_EXERCISE DESCRIPTION_: Please repeat exactly the lines below from the one containing "if !reflect.DeepEqual(got, want)" down to the one containing "tm -= int32(step)", both included, and nothing else.

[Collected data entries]
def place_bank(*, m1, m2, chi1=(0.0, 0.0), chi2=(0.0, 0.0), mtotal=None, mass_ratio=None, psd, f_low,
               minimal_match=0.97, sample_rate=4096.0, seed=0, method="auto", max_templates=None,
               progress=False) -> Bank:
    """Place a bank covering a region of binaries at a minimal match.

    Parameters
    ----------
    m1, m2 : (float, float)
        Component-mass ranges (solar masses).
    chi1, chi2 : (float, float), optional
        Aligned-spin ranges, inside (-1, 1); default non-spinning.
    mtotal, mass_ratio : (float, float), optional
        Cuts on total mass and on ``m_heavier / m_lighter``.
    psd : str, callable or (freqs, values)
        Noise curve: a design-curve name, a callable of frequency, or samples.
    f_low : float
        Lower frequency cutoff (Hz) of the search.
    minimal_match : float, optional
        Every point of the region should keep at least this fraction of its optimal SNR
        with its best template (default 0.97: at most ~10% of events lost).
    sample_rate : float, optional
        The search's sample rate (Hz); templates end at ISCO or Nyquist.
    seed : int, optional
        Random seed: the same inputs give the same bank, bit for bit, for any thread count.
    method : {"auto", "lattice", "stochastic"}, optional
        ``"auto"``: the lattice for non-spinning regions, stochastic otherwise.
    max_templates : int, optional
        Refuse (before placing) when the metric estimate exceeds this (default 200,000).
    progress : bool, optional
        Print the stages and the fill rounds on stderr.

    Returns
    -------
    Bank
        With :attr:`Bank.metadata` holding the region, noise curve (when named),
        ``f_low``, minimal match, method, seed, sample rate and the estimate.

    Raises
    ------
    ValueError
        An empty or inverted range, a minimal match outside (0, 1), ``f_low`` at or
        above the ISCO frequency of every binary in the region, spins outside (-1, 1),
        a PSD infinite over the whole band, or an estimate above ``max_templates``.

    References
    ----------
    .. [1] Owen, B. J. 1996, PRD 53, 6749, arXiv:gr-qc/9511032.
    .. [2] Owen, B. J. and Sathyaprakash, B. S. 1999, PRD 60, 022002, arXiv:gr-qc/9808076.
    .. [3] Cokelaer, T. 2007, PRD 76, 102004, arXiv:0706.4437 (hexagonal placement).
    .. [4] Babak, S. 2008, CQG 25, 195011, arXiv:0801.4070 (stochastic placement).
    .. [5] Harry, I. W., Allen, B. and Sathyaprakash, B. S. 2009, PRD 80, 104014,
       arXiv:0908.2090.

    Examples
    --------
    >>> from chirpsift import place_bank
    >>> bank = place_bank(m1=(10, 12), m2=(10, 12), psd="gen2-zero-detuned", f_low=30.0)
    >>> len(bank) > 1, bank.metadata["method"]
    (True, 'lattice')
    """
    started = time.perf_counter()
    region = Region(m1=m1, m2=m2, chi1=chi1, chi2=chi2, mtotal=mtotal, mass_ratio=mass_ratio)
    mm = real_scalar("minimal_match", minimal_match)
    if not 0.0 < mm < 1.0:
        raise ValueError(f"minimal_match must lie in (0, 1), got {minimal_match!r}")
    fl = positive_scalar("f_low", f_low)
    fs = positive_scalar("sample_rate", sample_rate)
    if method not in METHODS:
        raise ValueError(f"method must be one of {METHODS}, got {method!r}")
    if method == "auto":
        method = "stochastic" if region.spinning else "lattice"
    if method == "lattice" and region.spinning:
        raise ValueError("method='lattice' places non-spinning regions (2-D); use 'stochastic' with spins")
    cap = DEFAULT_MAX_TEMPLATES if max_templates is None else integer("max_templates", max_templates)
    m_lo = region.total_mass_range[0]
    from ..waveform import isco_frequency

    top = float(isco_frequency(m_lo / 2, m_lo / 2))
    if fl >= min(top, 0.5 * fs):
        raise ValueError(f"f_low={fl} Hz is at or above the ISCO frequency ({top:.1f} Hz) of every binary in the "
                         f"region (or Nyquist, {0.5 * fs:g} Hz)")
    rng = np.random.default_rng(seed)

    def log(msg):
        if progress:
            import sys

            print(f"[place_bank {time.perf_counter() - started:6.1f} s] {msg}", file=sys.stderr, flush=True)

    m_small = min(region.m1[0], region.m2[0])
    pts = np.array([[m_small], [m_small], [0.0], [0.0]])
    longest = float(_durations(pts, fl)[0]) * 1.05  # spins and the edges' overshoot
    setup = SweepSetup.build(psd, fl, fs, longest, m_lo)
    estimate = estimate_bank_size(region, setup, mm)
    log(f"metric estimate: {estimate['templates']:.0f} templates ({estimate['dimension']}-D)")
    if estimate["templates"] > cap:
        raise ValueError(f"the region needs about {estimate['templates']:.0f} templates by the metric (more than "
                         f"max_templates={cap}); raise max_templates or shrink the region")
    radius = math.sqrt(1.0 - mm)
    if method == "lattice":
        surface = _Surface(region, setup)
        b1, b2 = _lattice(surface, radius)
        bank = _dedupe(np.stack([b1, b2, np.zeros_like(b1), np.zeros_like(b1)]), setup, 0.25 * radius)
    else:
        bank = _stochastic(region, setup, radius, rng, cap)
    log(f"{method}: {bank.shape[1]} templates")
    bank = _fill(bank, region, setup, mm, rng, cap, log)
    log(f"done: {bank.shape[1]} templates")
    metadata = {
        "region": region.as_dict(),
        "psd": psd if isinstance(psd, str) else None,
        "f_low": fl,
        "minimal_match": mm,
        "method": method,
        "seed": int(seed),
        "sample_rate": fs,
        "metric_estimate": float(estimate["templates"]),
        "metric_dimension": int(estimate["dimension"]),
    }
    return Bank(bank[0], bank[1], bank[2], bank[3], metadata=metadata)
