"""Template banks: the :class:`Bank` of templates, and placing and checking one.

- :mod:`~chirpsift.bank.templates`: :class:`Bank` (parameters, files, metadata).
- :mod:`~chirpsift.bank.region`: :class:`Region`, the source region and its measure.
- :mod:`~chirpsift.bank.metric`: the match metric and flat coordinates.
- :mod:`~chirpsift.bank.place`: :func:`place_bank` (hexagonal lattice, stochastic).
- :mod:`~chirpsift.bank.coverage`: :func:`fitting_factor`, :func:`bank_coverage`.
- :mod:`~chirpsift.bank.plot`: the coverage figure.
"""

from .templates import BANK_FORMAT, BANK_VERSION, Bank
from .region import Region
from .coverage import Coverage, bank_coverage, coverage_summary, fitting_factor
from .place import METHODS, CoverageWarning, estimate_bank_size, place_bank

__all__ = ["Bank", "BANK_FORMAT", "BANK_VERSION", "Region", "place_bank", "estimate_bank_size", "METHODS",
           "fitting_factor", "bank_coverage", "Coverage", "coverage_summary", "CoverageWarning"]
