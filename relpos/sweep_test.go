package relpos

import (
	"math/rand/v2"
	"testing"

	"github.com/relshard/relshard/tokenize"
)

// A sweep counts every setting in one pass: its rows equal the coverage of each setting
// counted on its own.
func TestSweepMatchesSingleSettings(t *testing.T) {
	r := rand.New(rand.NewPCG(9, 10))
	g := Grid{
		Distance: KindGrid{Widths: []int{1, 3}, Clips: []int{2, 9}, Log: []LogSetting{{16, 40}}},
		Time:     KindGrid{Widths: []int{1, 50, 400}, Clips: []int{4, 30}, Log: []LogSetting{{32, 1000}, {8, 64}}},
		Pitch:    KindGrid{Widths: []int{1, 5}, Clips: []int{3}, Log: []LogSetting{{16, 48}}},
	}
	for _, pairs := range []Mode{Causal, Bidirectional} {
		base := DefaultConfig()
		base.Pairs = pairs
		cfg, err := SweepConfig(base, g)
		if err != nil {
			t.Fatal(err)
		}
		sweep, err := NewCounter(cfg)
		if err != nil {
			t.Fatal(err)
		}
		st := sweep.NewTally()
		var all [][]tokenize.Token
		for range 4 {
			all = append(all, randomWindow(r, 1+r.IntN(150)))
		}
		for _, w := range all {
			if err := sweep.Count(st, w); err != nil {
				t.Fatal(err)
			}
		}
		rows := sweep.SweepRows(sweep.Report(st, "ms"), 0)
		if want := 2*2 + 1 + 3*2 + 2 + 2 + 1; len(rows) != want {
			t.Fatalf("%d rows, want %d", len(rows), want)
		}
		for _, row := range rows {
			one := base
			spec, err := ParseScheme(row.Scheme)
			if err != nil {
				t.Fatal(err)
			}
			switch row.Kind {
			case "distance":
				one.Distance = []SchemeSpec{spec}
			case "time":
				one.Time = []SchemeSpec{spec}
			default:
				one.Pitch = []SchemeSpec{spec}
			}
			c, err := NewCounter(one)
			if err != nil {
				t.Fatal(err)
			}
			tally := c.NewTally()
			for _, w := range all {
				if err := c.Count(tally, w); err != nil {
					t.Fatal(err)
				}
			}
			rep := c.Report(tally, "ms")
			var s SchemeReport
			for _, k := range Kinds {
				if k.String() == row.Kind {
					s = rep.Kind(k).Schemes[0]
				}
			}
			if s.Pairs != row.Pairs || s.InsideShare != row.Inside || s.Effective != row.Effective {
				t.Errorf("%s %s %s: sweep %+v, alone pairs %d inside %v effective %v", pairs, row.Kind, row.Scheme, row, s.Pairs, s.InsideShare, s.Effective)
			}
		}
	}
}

--

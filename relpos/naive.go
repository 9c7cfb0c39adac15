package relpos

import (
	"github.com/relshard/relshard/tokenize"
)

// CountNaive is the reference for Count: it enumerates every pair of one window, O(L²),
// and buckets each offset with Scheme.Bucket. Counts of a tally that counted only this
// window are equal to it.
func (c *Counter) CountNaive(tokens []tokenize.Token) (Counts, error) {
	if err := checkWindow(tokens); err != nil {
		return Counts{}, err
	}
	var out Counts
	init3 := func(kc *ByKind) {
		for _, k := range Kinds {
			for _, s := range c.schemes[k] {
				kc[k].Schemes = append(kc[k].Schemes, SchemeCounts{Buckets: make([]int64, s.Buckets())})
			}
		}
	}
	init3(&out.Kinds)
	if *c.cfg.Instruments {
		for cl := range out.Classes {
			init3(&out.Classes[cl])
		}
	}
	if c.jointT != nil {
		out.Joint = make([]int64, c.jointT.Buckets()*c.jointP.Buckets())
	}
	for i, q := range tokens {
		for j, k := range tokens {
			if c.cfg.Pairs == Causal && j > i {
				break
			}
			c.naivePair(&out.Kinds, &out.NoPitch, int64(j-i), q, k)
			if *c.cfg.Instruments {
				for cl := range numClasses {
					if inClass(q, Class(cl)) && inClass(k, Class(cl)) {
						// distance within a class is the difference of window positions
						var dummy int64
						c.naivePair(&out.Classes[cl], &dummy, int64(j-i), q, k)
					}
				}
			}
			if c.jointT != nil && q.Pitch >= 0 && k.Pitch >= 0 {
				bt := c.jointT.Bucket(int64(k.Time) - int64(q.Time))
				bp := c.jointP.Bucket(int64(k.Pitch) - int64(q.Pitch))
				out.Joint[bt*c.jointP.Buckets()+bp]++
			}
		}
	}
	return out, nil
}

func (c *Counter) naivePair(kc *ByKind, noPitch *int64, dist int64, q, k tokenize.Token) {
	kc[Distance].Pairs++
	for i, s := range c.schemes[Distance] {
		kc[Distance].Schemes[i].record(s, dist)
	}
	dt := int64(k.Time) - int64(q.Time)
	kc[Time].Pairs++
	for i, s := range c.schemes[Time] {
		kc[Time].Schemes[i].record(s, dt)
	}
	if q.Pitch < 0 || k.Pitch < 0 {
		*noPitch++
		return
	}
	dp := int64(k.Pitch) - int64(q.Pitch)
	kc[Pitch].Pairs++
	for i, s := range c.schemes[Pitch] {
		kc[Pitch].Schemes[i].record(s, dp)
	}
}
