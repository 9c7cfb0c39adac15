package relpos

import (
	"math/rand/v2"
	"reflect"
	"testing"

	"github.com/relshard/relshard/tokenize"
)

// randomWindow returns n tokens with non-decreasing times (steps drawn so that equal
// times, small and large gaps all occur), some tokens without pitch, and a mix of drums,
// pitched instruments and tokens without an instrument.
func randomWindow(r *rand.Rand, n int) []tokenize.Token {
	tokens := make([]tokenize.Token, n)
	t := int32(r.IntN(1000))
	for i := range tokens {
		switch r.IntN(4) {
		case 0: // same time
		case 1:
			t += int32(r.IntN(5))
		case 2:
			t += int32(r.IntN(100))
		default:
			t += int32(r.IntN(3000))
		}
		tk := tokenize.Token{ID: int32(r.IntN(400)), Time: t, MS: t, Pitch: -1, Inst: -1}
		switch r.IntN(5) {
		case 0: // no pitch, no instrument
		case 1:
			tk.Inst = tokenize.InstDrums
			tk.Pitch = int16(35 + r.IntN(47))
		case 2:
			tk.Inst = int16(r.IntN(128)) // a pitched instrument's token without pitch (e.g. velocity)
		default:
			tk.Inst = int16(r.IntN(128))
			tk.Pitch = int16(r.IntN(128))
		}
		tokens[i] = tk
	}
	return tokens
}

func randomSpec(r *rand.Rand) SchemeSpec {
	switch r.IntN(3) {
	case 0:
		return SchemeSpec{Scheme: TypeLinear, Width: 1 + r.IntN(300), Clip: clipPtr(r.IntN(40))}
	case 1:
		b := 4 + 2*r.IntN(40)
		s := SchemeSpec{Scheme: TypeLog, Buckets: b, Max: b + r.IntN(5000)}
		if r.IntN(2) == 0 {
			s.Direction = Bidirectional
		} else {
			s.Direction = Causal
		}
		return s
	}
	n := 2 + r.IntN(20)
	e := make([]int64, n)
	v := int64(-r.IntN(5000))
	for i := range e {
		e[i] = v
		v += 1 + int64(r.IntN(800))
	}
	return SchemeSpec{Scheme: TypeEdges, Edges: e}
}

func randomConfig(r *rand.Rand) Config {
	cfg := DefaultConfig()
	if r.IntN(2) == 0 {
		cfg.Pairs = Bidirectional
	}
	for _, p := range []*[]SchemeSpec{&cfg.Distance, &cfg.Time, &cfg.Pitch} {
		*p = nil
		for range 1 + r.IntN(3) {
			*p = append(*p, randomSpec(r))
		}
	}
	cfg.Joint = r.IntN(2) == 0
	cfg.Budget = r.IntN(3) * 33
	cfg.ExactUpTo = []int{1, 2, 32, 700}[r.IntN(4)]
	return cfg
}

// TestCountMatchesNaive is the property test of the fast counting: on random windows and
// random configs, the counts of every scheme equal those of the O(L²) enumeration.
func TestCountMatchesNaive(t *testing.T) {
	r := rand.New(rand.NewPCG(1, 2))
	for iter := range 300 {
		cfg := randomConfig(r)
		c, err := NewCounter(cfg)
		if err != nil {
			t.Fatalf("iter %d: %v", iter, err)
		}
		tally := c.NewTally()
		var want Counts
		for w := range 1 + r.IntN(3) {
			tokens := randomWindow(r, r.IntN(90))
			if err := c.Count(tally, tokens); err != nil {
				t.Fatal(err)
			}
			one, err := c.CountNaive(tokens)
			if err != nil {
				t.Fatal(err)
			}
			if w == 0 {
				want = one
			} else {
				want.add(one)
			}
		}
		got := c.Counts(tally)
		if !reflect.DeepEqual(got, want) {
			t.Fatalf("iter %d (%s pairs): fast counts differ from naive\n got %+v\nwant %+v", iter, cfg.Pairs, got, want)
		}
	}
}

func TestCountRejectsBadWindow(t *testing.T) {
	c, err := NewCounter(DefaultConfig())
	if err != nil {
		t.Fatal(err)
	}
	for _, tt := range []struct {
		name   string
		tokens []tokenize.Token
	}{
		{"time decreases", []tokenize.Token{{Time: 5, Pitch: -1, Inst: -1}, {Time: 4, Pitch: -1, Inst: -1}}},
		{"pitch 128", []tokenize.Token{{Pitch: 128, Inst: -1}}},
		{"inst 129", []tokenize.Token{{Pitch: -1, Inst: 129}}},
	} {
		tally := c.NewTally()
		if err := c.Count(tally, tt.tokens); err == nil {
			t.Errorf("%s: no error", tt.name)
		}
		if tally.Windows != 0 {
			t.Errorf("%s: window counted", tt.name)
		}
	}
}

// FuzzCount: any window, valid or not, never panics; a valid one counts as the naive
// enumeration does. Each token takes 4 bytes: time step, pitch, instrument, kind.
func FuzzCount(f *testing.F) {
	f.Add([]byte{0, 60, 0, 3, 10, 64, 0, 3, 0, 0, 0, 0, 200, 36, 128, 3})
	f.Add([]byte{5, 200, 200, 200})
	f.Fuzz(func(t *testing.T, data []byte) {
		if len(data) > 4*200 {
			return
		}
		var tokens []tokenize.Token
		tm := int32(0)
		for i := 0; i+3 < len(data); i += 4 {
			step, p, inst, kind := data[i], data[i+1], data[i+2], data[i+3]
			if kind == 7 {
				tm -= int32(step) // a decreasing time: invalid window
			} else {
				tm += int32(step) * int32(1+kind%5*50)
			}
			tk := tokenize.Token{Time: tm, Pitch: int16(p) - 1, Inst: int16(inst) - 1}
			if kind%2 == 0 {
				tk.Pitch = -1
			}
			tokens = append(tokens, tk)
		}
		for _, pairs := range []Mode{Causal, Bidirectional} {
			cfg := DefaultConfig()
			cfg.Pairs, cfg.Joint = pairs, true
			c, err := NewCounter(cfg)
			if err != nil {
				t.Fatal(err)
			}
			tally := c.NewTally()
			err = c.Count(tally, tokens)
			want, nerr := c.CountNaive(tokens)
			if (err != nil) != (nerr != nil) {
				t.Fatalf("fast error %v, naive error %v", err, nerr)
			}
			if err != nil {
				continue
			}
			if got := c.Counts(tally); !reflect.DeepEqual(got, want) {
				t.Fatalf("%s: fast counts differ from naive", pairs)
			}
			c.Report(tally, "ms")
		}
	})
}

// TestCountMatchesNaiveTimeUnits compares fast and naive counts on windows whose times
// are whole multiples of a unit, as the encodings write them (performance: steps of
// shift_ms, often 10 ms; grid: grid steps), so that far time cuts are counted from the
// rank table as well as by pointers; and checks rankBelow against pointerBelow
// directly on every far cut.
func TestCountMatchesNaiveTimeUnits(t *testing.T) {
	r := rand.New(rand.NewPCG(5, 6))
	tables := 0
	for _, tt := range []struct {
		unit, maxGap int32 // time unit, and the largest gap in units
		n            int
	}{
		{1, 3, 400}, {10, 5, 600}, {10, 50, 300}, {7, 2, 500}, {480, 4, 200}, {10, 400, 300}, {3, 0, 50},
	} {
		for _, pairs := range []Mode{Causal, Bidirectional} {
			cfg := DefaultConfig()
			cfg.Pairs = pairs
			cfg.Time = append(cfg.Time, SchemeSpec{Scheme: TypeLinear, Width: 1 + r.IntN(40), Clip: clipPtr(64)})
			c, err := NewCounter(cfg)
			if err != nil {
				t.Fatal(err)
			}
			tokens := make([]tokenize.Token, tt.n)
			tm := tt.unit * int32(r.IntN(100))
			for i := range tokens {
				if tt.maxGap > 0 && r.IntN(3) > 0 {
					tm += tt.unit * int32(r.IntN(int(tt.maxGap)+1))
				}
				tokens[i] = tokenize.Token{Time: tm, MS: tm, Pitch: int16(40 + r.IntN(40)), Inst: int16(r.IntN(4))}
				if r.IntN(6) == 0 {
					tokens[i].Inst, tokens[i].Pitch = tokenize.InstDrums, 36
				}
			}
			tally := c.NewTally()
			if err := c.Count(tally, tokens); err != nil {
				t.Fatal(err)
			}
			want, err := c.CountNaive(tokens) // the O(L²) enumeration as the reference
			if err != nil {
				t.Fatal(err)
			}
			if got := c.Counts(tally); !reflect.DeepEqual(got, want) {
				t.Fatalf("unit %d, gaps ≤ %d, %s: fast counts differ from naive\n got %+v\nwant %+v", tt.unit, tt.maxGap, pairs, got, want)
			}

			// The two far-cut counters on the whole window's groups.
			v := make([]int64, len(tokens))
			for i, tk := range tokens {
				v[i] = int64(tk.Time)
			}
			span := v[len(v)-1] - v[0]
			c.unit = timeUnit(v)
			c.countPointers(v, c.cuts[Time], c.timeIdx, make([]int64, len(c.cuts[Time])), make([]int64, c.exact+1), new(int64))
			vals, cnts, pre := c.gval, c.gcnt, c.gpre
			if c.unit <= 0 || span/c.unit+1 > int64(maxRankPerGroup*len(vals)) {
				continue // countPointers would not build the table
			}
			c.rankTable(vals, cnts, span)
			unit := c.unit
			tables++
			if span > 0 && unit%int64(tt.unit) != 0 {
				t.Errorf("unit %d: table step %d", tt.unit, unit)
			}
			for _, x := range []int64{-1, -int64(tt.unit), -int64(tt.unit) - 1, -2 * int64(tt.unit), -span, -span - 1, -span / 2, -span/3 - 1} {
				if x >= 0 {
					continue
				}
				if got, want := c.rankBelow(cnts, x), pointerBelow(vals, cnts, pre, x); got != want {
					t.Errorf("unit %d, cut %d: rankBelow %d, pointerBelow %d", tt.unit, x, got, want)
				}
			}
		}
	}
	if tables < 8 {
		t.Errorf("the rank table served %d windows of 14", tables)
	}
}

_YOUR SOLUTION_:
		if !reflect.DeepEqual(got, want) {
			t.Fatalf("iter %d (%s pairs): fast counts differ from naive\n got %+v\nwant %+v", iter, cfg.Pairs, got, want)
		}
	}
}

func TestCountRejectsBadWindow(t *testing.T) {
	c, err := NewCounter(DefaultConfig())
	if err != nil {
		t.Fatal(err)
	}
	for _, tt := range []struct {
		name   string
		tokens []tokenize.Token
	}{
		{"time decreases", []tokenize.Token{{Time: 5, Pitch: -1, Inst: -1}, {Time: 4, Pitch: -1, Inst: -1}}},
		{"pitch 128", []tokenize.Token{{Pitch: 128, Inst: -1}}},
		{"inst 129", []tokenize.Token{{Pitch: -1, Inst: 129}}},
	} {
		tally := c.NewTally()
		if err := c.Count(tally, tt.tokens); err == nil {
			t.Errorf("%s: no error", tt.name)
		}
		if tally.Windows != 0 {
			t.Errorf("%s: window counted", tt.name)
		}
	}
}

// FuzzCount: any window, valid or not, never panics; a valid one counts as the naive
// enumeration does. Each token takes 4 bytes: time step, pitch, instrument, kind.
func FuzzCount(f *testing.F) {
	f.Add([]byte{0, 60, 0, 3, 10, 64, 0, 3, 0, 0, 0, 0, 200, 36, 128, 3})
	f.Add([]byte{5, 200, 200, 200})
	f.Fuzz(func(t *testing.T, data []byte) {
		if len(data) > 4*200 {
			return
		}
		var tokens []tokenize.Token
		tm := int32(0)
		for i := 0; i+3 < len(data); i += 4 {
			step, p, inst, kind := data[i], data[i+1], data[i+2], data[i+3]
			if kind == 7 {
				tm -= int32(step) // a decreasing time: invalid window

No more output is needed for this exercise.